The practical difference from standard "chat with Claude" workflows:

  • No context re-loading. The rolling memory means the agent knows what happened last session. I don't re-explain the architecture every time.
  • Async work. I can assign 5 tasks, close my laptop, and come back to find them done (or blocked with a clear reason). The agent doesn't need me present.
  • Audit trail. Every action is in Paperclip: who did what, when, with what comment. I can read the full history of any task.
  • Parallel execution. Lobster and Hermes can work on separate tasks simultaneously. Neither knows what the other is doing unless they explicitly share a Paperclip comment thread.

Honest Failure Modes

The dedup guard isn't perfect. I've had spurious re-wake loops slip through when Paperclip attributed a comment incorrectly. The fix was always the same: make the guard more aggressive, checking both author ID and comment recency before deciding to act.

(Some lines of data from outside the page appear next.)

/**
 * Tidal datums from tabulated tides: MHHW, MHW, DTL, MTL, MSL, MLW, MLLW.
 *
 * Definitions as published by NOAA CO-OPS (test-vectors/from-memory/datum-methods). Sigma is the standard error of the
 * mean of calendar months, which carries the correlation of the weather within a month; below three months that of
 * single tides.
 * @module
 */
import { ComputationError, type Instant } from '@staithe/core';
import type {
  DatumLevel,
  DatumWarning,
  TabulatedTide,
  TabulatedTides,
  TidalDatums,
} from './types.js';

const EPOCH_MONTHS = 228; // 19 years
const FEW = 20;

function monthOf(t: Instant): number {
  const date = new Date(t);
  return date.getUTCFullYear() * 12 + date.getUTCMonth();
}

function mean(values: readonly number[]): number {
  return values.reduce((sum, value) => sum + value, 0) / values.length;
}

function standardError(values: readonly number[]): number {
  if (values.length < 2) return Infinity;
  const centre = mean(values);
  const squares = values.reduce((sum, value) => sum + (value - centre) * (value - centre), 0);
  return Math.sqrt(squares / (values.length - 1) / values.length);
}

function levelOf(tides: readonly TabulatedTide[], name: string): DatumLevel {
  if (tides.length < 2) {
    throw new ComputationError(
      'TOO_FEW_SAMPLES',
      `expected 2 tides or more for ${name}, got ${tides.length}`,
      {
        level: name,
        count: tides.length,
      },
    );
  }
  const months = new Map<number, number[]>();
  for (const { time, height } of tides) {
    const list = months.get(monthOf(time));
    if (list) list.push(height);
    else months.set(monthOf(time), [height]);
  }
  const heights = tides.map(({ height }) => height);
  const blocks = months.size >= 3 ? [...months.values()].map(mean) : heights;
  return { height: mean(heights), sigma: standardError(blocks), count: tides.length };
}

function middle(a: DatumLevel, b: DatumLevel): DatumLevel {
  return {
    height: (a.height + b.height) / 2,
    // High and low waters share their weather: the errors are taken as fully correlated.
    sigma: (a.sigma + b.sigma) / 2,
    count: a.count + b.count,
  };
}

/**
 * Tidal datums.
 *
 * @param tabulated - Of `tabulateTide`.
 * @returns Levels in metres above the datum of the record, each with standard error and count; ranges; epoch.
 * @throws ComputationError `TOO_FEW_SAMPLES` with fewer than two tides of a kind.
 * @example
 * const { levels, ranges } = tidalDatums(tabulateTide(record));
 * Math.abs(levels.MHHW.height - levels.MLLW.height - ranges.GT) < 1e-12; // true
 * @public
 */
export function tidalDatums(tabulated: TabulatedTides): TidalDatums {
  const { tides } = tabulated;
  const of = (kind: 'high' | 'low'): TabulatedTide[] => tides.filter((tide) => tide.kind === kind);
  const best = (kind: 'high' | 'low', name: 'higher' | 'lower'): TabulatedTide[] =>
    of(kind).filter((tide) => tide.class === name || tide.class === 'only');
  const MHW = levelOf(of('high'), 'MHW');
  const MLW = levelOf(of('low'), 'MLW');
  const MHHW = levelOf(best('high', 'higher'), 'MHHW');
  const MLLW = levelOf(best('low', 'lower'), 'MLLW');
  const months = monthOf(tabulated.to) - monthOf(tabulated.from) + 1;
  const MTL = middle(MHW, MLW);
  const warnings: DatumWarning[] = [...tabulated.warnings];
  if (months < EPOCH_MONTHS) {
    warnings.push({
      code: 'LESS_THAN_AN_EPOCH',
      message: `${months} months of 228 (19 years): levels of this record, not accepted datums`,
    });
  }
  if (MHW.count < FEW)
    warnings.push({ code: 'FEW_TIDES', message: `${MHW.count} high waters only` });
  return {
    levels: {
      MHHW,
      MHW,
      DTL: middle(MHHW, MLLW),
      MTL,
      MSL: { height: tabulated.meanSeaLevel, sigma: MTL.sigma, count: tabulated.samples },
      MLW,
      MLLW,
    },
    ranges: {
      GT: MHHW.height - MLLW.height,
      MN: MHW.height - MLW.height,
      DHQ: MHHW.height - MHW.height,
      DLQ: MLW.height - MLLW.height,
    },
    epoch: { from: tabulated.from, to: tabulated.to, months },
    warnings,
  };
}
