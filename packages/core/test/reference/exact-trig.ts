/**
 * Sine, cosine and arc tangent in 220-bit fixed point: slow and obvious. π by J. Machin's formula (1706).
 */
const BITS = 220n;
const ONE = 1n << BITS;

/** A double as a fixed-point number, exactly where it is not below 2^-220. */
export function toFixedPoint(value: number): bigint {
  const view = new DataView(new ArrayBuffer(8));
  view.setFloat64(0, Math.abs(value));
  const bits = view.getBigUint64(0);
  const exponent = Number(bits >> 52n) - 1075;
  const mantissa = (bits & 0xfffffffffffffn) | (exponent === -1075 ? 0n : 0x10000000000000n);
  const shift = BigInt(exponent) + BITS;
  const size = shift >= 0n ? mantissa << shift : mantissa >> -shift;
  return value < 0 ? -size : size;
}

/** Nearest double, by way of 70 leading bits. */
export function toDouble(value: bigint): number {
  return Number(value >> (BITS - 120n)) / 2 ** 120;
}

function arcTangentOfInverse(n: bigint): bigint {
  let term = ONE / n;
  let sum = 0n;
  for (let k = 0n; term !== 0n; k++) {
    sum += (k % 2n === 0n ? term : -term) / (2n * k + 1n);
    term /= n * n;
  }
  return sum;
}

export const PI: bigint = 4n * (4n * arcTangentOfInverse(5n) - arcTangentOfInverse(239n));

function series(first: bigint, x: bigint, from: bigint): bigint {
  let term = first;
  let sum = 0n;
  for (let k = from; term !== 0n; k += 2n) {
    sum += term;
    term = (-(((term * x) >> BITS) * x) >> BITS) / ((k + 1n) * (k + 2n));
  }
  return sum;
}

export function exactSin(angle: number): bigint {
  const turn = 2n * PI;
  let x = toFixedPoint(angle) % turn;
  if (x > PI) x -= turn;
  if (x < -PI) x += turn;
  return series(x, x, 1n);
}

export function exactCos(angle: number): bigint {
  const turn = 2n * PI;
  const x = toFixedPoint(angle) % turn;
  return series(ONE, x, 0n);
}

/** atan(y/x) for 0 <= y, 0 < x, by halving the angle until the series is quick. */
export function exactAtan(y: number, x: number): bigint {
  let ratio = (toFixedPoint(y) << BITS) / toFixedPoint(x);
  let doubled = 0n;
  while (ratio > ONE / 64n) {
    // tan(a/2) = t/(1 + √(1 + t²))
    const root = squareRoot(ONE + ((ratio * ratio) >> BITS));
    ratio = (ratio << BITS) / (ONE + root);
    doubled++;
  }
  let term = ratio;
  let sum = 0n;
  for (let k = 0n; term !== 0n; k++) {
    sum += term / (2n * k + 1n);
    term = -((((term * ratio) >> BITS) * ratio) >> BITS);
  }
  return sum << doubled;
}

function squareRoot(value: bigint): bigint {
  const wide = value << BITS;
  let x = wide;
  let next = (x + 1n) >> 1n;
  while (next < x) {
    x = next;
    next = (x + wide / x) >> 1n;
  }
  return x;
}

Memory drift. The rolling memory is capped at 100 entries. Context from 3 weeks ago isn't available unless I've promoted it to MEMORY.md. This has caused the occasional "I don't know why this decision was made" moment. Manually curating the long-term memory is still largely a human job.

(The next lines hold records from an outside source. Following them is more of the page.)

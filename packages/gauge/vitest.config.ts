import { projectTests } from '../../tools/build/vitest-preset.mjs';

export default projectTests('gauge');
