"""Whole nights with a calendar, a site log and outcomes: what they keep from alarming, and what they leave alone."""

from __future__ import annotations

import datetime as dt
import json
from pathlib import Path
from typing import Any

import numpy as np
import pytest
from click.testing import CliRunner

from flow.small_network import HEADER, SETTINGS, START, related_series, row
from rhovane.cli import main
from rhovane.model import EventKind, ExitCode, RhovaneError
from rhovane.pipeline import STEPS, NightReport, reproduce, run_night
from rhovane.pipeline.memory import NightMemory
from rhovane.review import AlertEntry, alert_entries, nearby_entries, network_status, record_decision
from rhovane.settings import Settings, load_settings
from rhovane.store import open_store

FIRST = START.date()
DAY = dt.timedelta(days=1)
N_DAYS = 175
CHANGE_DAY = 140
DECIDED_ON = CHANGE_DAY + 8
NIGHTS = (*range(DECIDED_ON - 1, DECIDED_ON + 4), 156, 161, 168, N_DAYS - 1)  # a night may cover several days
PAIR = "A.NO2~B.NO2"
QUICK = SETTINGS.replace(
    "false_alarms_per_year = 1", "false_alarms_per_year = 1\nrebaseline_days = 14"
).replace(
    "[correlation]", '[calendar]\nfile = "calendar.toml"\n[site_log]\nfile = "site_log.csv"\n[correlation]'
)
LOG_HEADER = "subject,from,to,what,readings\n"


def moment(day: dt.date) -> dt.datetime:
    return dt.datetime.combine(day + DAY, dt.time(4), dt.UTC)


def day(number: int) -> dt.date:
    return FIRST + number * DAY


@pytest.fixture(scope="module")
def feed() -> str:
    """A strong relation that is gone from day 140 on."""
    x, y = related_series(24 * N_DAYS, 0.9, seed=3)
    y[24 * CHANGE_DAY :] = related_series(24 * N_DAYS, 0.0, seed=4)[1][24 * CHANGE_DAY :]
    return HEADER + "".join(row(h, "A", x[h]) + row(h, "B", y[h]) for h in range(24 * N_DAYS))


def network_in(folder: Path, feed: str, *, calendar: str = "", site_log: str = LOG_HEADER) -> Settings:
    (folder / "feed").mkdir(parents=True)
    (folder / "monitor.toml").write_text(QUICK, encoding="utf-8")
    (folder / "calendar.toml").write_text(calendar, encoding="utf-8")
    (folder / "site_log.csv").write_text(site_log, encoding="utf-8")
    (folder / "feed" / "all.csv").write_text(feed, encoding="utf-8")
    return load_settings(folder / "monitor.toml")


def night(settings: Settings, number: int, memory: NightMemory | None = None) -> NightReport:
    with open_store(settings.store_path) as store:
        return run_night(settings, store, as_of=day(number), now=moment(day(number)), memory=memory)


def recompute(settings: Settings, number: int) -> NightReport:
    steps = tuple(step for step in STEPS if step[0] != "ingest")
    with open_store(settings.store_path) as store:
        return run_night(
            settings,
            store,
            as_of=day(number),
            now=moment(day(number)) + DAY,
            kind="recompute",
            steps=steps,
            recompute_from=dt.date.min,
        )


def entries_of(settings: Settings) -> list[AlertEntry]:
    with open_store(settings.store_path, read_only=True) as store:
        return alert_entries(store, moment(day(N_DAYS)))


def evidence_of(settings: Settings) -> dict[str, np.ndarray]:
    with open_store(settings.store_path, read_only=True) as store:
        found = {**store.read_evidence(pair_keys=[PAIR]), **store.read_windows(PAIR)}
    return {name: column for name, column in found.items() if name != "night_id"}


def kinds(entry: AlertEntry) -> list[EventKind]:
    return [event.kind for event in entry.events]


def decide(settings: Settings, number: int, **payload: Any) -> dt.date:
    """Record an outcome on the morning after the night of a day; the first day that it acts on."""
    with open_store(settings.store_path) as store:
        entry = record_decision(
            store,
            1,
            EventKind.OUTCOME,
            now=moment(day(number)) + 5 * dt.timedelta(hours=1),
            who="Ada",
            payload=payload,
        )
    return dt.date.fromisoformat(entry.events[-1].payload["acts_from"])
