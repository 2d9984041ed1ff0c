import { useMutation, useQuery, useQueryClient } from '@tanstack/react-query';
import { endpoints } from '@/shared/contracts';
import type { ChainKind, HeldPlace } from '@/shared/contracts/chain';
import { call, newIdempotencyKey } from './api';

const chainsKey = (deskId: string) => ['chains', deskId] as const;

/** How often work in the background is asked how far it is. */
const pollEveryMs = 500;

export function useChains(deskId: string) {
  return useQuery({
    queryKey: chainsKey(deskId),
    queryFn: ({ signal }) => call(endpoints.getChains, { params: { deskId }, signal }),
    refetchInterval: ({ state }) => {
      const works = state.data?.chains.flatMap(({ verifications }) => verifications) ?? [];
      return works.some(({ status }) => status !== 'finished') ? pollEveryMs : false;
    },
  });
}

export function useVerify(deskId: string) {
  const client = useQueryClient();
  return useMutation({
    mutationFn: (body: { chain: ChainKind; held: HeldPlace | null }) =>
      call(endpoints.startVerification, {
        params: { deskId },
        body,
        idempotencyKey: newIdempotencyKey(),
      }),
    onSuccess: () => client.invalidateQueries({ queryKey: chainsKey(deskId) }),
  });
}
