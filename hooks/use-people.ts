import {
  useInfiniteQuery,
  useMutation,
  useQuery,
  useQueryClient,
  type QueryClient,
} from '@tanstack/react-query';
import { endpoints } from '@/shared/contracts';
import type { Member } from '@/shared/contracts/people';
import type { BodyOf } from '@/shared/endpoint';
import { call } from './api';

const peopleKey = (deskId: string) => ['people', deskId] as const;
const accessEventsKey = (deskId: string) => ['access-events', deskId] as const;

export function usePeople(deskId: string) {
  return useQuery({
    queryKey: peopleKey(deskId),
    queryFn: ({ signal }) => call(endpoints.listMembers, { params: { deskId }, signal }),
    select: ({ members }) => members,
  });
}

/** Changes of people's permissions, newest first, a page at a time. */
export function useAccessEvents(deskId: string, userId: string | undefined) {
  return useInfiniteQuery({
    queryKey: [...accessEventsKey(deskId), userId ?? 'everyone'],
    queryFn: ({ pageParam, signal }) =>
      call(endpoints.listAccessEvents, {
        params: { deskId },
        query: { userId, cursor: pageParam },
        signal,
      }),
    initialPageParam: undefined as string | undefined,
    getNextPageParam: ({ nextCursor }) => nextCursor ?? undefined,
    select: ({ pages }) => pages.flatMap(({ items }) => items),
  });
}

/** One binding act on a membership, as the confirming dialog hands it over. */
export type MemberAct =
  | { kind: 'set-role'; body: BodyOf<typeof endpoints.setRole> }
  | {
      kind: 'change-permission';
      body: BodyOf<typeof endpoints.changePermission>;
      idempotencyKey: string;
    }
  | {
      kind: 'end-change';
      changeId: string;
      body: BodyOf<typeof endpoints.endPermissionChange>;
    }
  | { kind: 'suspend' | 'reinstate'; body: BodyOf<typeof endpoints.suspendMember> };

function perform(deskId: string, userId: string, act: MemberAct): Promise<Member> {
  const params = { deskId, userId };
  switch (act.kind) {
    case 'set-role':
      return call(endpoints.setRole, { params, body: act.body });
    case 'change-permission':
      return call(endpoints.changePermission, {
        params,
        body: act.body,
        idempotencyKey: act.idempotencyKey,
      });
    case 'end-change':
      return call(endpoints.endPermissionChange, {
        params: { ...params, changeId: act.changeId },
        body: act.body,
      });
    case 'suspend':
      return call(endpoints.suspendMember, { params, body: act.body });
    case 'reinstate':
      return call(endpoints.reinstateMember, { params, body: act.body });
  }
}

type MemberList = { members: Member[] };

function putMember(client: QueryClient, deskId: string, member: Member) {
  client.setQueryData<MemberList>(peopleKey(deskId), (list) =>
    list === undefined
      ? list
      : {
          members: list.members.map((kept) => (kept.user.id === member.user.id ? member : kept)),
        },
  );
}

export function useMemberAct(deskId: string, userId: string) {
  const client = useQueryClient();
  return useMutation({
    mutationFn: (act: MemberAct) => perform(deskId, userId, act),
    onSuccess: async (member) => {
      putMember(client, deskId, member);
      await client.invalidateQueries({ queryKey: accessEventsKey(deskId) });
    },
  });
}

/** After a stale version: what the other person made of it. */
export function useReloadPeople(deskId: string) {
  const client = useQueryClient();
  return () => client.invalidateQueries({ queryKey: peopleKey(deskId) });
}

The verify discipline is hard to maintain. The heartbeat protocol requires the agent to verify state claims by running actual commands before asserting them. In practice, under time pressure or with ambiguous task specs, the agent sometimes makes assumptions. The self-check hook at the end of each heartbeat catches this, but imperfectly.

Bootstrapping is slow. The first time you set up a new project or integrate a new tool, there's significant config work: SWAMP_STATE entries, skill files, Paperclip task routing, verify commands. The system is optimized for ongoing work, not greenfield starts.

Where This Goes

The current system runs on one Mac. The next step is making Paperclip cloud-aware: agents that can run on remote machines, task routing that survives network partitions, a shared state that doesn't require both agents to be on the same LAN.

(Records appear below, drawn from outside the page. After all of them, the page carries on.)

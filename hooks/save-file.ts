/** Hands bytes to the browser as a file to keep. */
export function saveFile(name: string, content: Blob): void {
  const address = URL.createObjectURL(content);
  const link = document.createElement('a');
  link.href = address;
  link.download = name;
  link.click();
  URL.revokeObjectURL(address);
}

export const saveText = (name: string, text: string, mediaType: string): void =>
  saveFile(name, new Blob([text], { type: mediaType }));
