import { useInfiniteQuery, useMutation, useQuery, useQueryClient } from '@tanstack/react-query';
import { useState } from 'react';
import type { Verdict } from '@/pricing/contract';
import { endpoints } from '@/shared/contracts';
import type {
  ExceptionalValuation,
  ExceptionKind,
  Run,
  RunDraft,
  RunStatus,
} from '@/shared/contracts/runs';
import type { BodyOf } from '@/shared/endpoint';
import { call } from './api';

const pageSize = 50;
/** A page of exceptions is read from top to bottom, one after the other. */
const exceptionPageSize = 20;
/** About as often as another chunk of trades is done. */
const progressEveryMs = 700;
const rowsEveryMs = 1_500;

const listKey = (deskId: string) => ['runs', deskId] as const;
const runKey = (deskId: string, runId: string) => ['run', deskId, runId] as const;
const foundKey = (deskId: string, runId: string) => ['run-found', deskId, runId] as const;

export const isActive = (status: RunStatus): boolean => status === 'queued' || status === 'running';

export type RunFilter = { status: RunStatus | null; bookId: string | null };

/** Asks again while one of the runs in sight is being worked off. */
export function useRuns(deskId: string, filter: RunFilter) {
  return useInfiniteQuery({
    queryKey: [...listKey(deskId), filter],
    initialPageParam: undefined as string | undefined,
    queryFn: ({ pageParam, signal }) =>
      call(endpoints.listRuns, {
        params: { deskId },
        query: {
          cursor: pageParam,
          limit: pageSize,
          status: filter.status ?? undefined,
          bookId: filter.bookId ?? undefined,
        },
        signal,
      }),
    getNextPageParam: (page) => page.nextCursor ?? undefined,
    select: ({ pages }) => pages.flatMap(({ items }) => items),
    refetchInterval: ({ state }) =>
      state.data?.pages.some(({ items }) => items.some(({ status }) => isActive(status)))
        ? rowsEveryMs
        : false,
  });
}

export function useRun(deskId: string, runId: string) {
  return useQuery({
    queryKey: runKey(deskId, runId),
    queryFn: ({ signal }) => call(endpoints.getRun, { params: { deskId, runId }, signal }),
    refetchInterval: ({ state }) =>
      state.data && isActive(state.data.status) ? progressEveryMs : false,
  });
}

/** How long the rest takes at the pace since this page was opened; null while that is not known. */
export function useTimeLeft({ done, total }: Run, readAtMs: number): number | null {
  const [first] = useState({ done, readAtMs });
  if (done === first.done || readAtMs === first.readAtMs) return null;
  return ((total - done) * (readAtMs - first.readAtMs)) / (done - first.done);
}

/** A run whose rows are read: they are read anew when it ends. */
export type RunRows = Pick<Run, 'id' | 'status'>;

export type ExceptionFilter = { state: 'open' | 'answered' | null; kind: ExceptionKind | null };

export function useRunExceptions(deskId: string, run: RunRows, filter: ExceptionFilter) {
  return useInfiniteQuery({
    queryKey: [...foundKey(deskId, run.id), 'exceptions', isActive(run.status), filter],
    initialPageParam: undefined as string | undefined,
    queryFn: ({ pageParam, signal }) =>
      call(endpoints.listRunExceptions, {
        params: { deskId, runId: run.id },
        query: {
          cursor: pageParam,
          limit: exceptionPageSize,
          state: filter.state ?? undefined,
          kind: filter.kind ?? undefined,
        },
        signal,
      }),
    getNextPageParam: (page) => page.nextCursor ?? undefined,
    select: ({ pages }) => pages.flatMap(({ items }) => items),
    refetchInterval: isActive(run.status) ? rowsEveryMs : false,
    placeholderData: (previous) => previous,
  });
}

export function useRunException(deskId: string, runId: string, exceptionId: string | null) {
  return useQuery({
    queryKey: [...foundKey(deskId, runId), 'exception', exceptionId],
    enabled: exceptionId !== null,
    queryFn: ({ signal }) =>
      call(endpoints.getRunException, {
        params: { deskId, runId, exceptionId: exceptionId ?? '' },
        signal,
      }),
  });
}

export type ValueFilter = { verdict: Verdict | null; bookId: string | null };

export function useRunValuations(deskId: string, run: RunRows, filter: ValueFilter) {
  return useInfiniteQuery({
    queryKey: [...foundKey(deskId, run.id), 'valuations', isActive(run.status), filter],
    initialPageParam: undefined as string | undefined,
    queryFn: ({ pageParam, signal }) =>
      call(endpoints.listRunValuations, {
        params: { deskId, runId: run.id },
        query: {
          cursor: pageParam,
          limit: pageSize,
          verdict: filter.verdict ?? undefined,
          bookId: filter.bookId ?? undefined,
        },
        signal,
      }),
    getNextPageParam: (page) => page.nextCursor ?? undefined,
    select: ({ pages }) => pages.flatMap(({ items }) => items),
    refetchInterval: isActive(run.status) ? rowsEveryMs : false,
    placeholderData: (previous) => previous,
  });
}

function useKeepRun(deskId: string) {
  const client = useQueryClient();
  return (run: Run) => {
    client.setQueryData(runKey(deskId, run.id), run);
    void client.invalidateQueries({ queryKey: listKey(deskId) });
  };
}

export function useStartRun(deskId: string) {
  const keep = useKeepRun(deskId);
  return useMutation({
    mutationFn: ({ idempotencyKey, body }: { idempotencyKey: string; body: RunDraft }) =>
      call(endpoints.createRun, { params: { deskId }, body, idempotencyKey }),
    onSuccess: keep,
  });
}

/** Repeats a run; the new one is handed back, and the old one then names it. */
export function useRerun(deskId: string, runId: string) {
  const client = useQueryClient();
  const keep = useKeepRun(deskId);
  return useMutation({
    mutationFn: (idempotencyKey: string) =>
      call(endpoints.rerunRun, { params: { deskId, runId }, idempotencyKey }),
    onSuccess: (rerun) => {
      keep(rerun);
      void client.invalidateQueries({ queryKey: runKey(deskId, runId) });
    },
  });
}

export type RunAct =
  { kind: 'cancel' } | { kind: 'sign-off'; body: BodyOf<typeof endpoints.signOffRun> };

export function useRunAct(deskId: string, runId: string) {
  const keep = useKeepRun(deskId);
  return useMutation({
    mutationFn: (act: RunAct) => {
      const params = { deskId, runId };
      if (act.kind === 'cancel') return call(endpoints.cancelRun, { params });
      return call(endpoints.signOffRun, { params, body: act.body });
    },
    onSuccess: keep,
  });
}

/** After somebody else was quicker: what they made of the run. */
export function useReloadRun(deskId: string, runId: string) {
  const client = useQueryClient();
  return () =>
    Promise.all([
      client.invalidateQueries({ queryKey: runKey(deskId, runId) }),
      client.invalidateQueries({ queryKey: foundKey(deskId, runId) }),
    ]);
}

export type ExceptionAct =
  | { kind: 'override'; body: BodyOf<typeof endpoints.answerByOverride> }
  | { kind: 'study'; body: BodyOf<typeof endpoints.answerByStudy> };

/** An answer changes the run's counts as well, and who may sign it off. */
export function useAnswerException(deskId: string, runId: string, exceptionId: string) {
  const reload = useReloadRun(deskId, runId);
  return useMutation({
    mutationFn: (act: ExceptionAct): Promise<ExceptionalValuation> => {
      const params = { deskId, runId, exceptionId };
      return act.kind === 'override'
        ? call(endpoints.answerByOverride, { params, body: act.body })
        : call(endpoints.answerByStudy, { params, body: act.body });
    },
    onSuccess: reload,
  });
}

The deeper question is: what does it mean to manage AI agents as employees? The heartbeat protocol already borrows heavily from team management patterns — daily standups, clear acceptance criteria, blockers documented and escalated. The agents work better when treated as colleagues with specific expertise rather than as tools to prompt.

Whether that's a metaphor or something more structural, I'm still figuring out.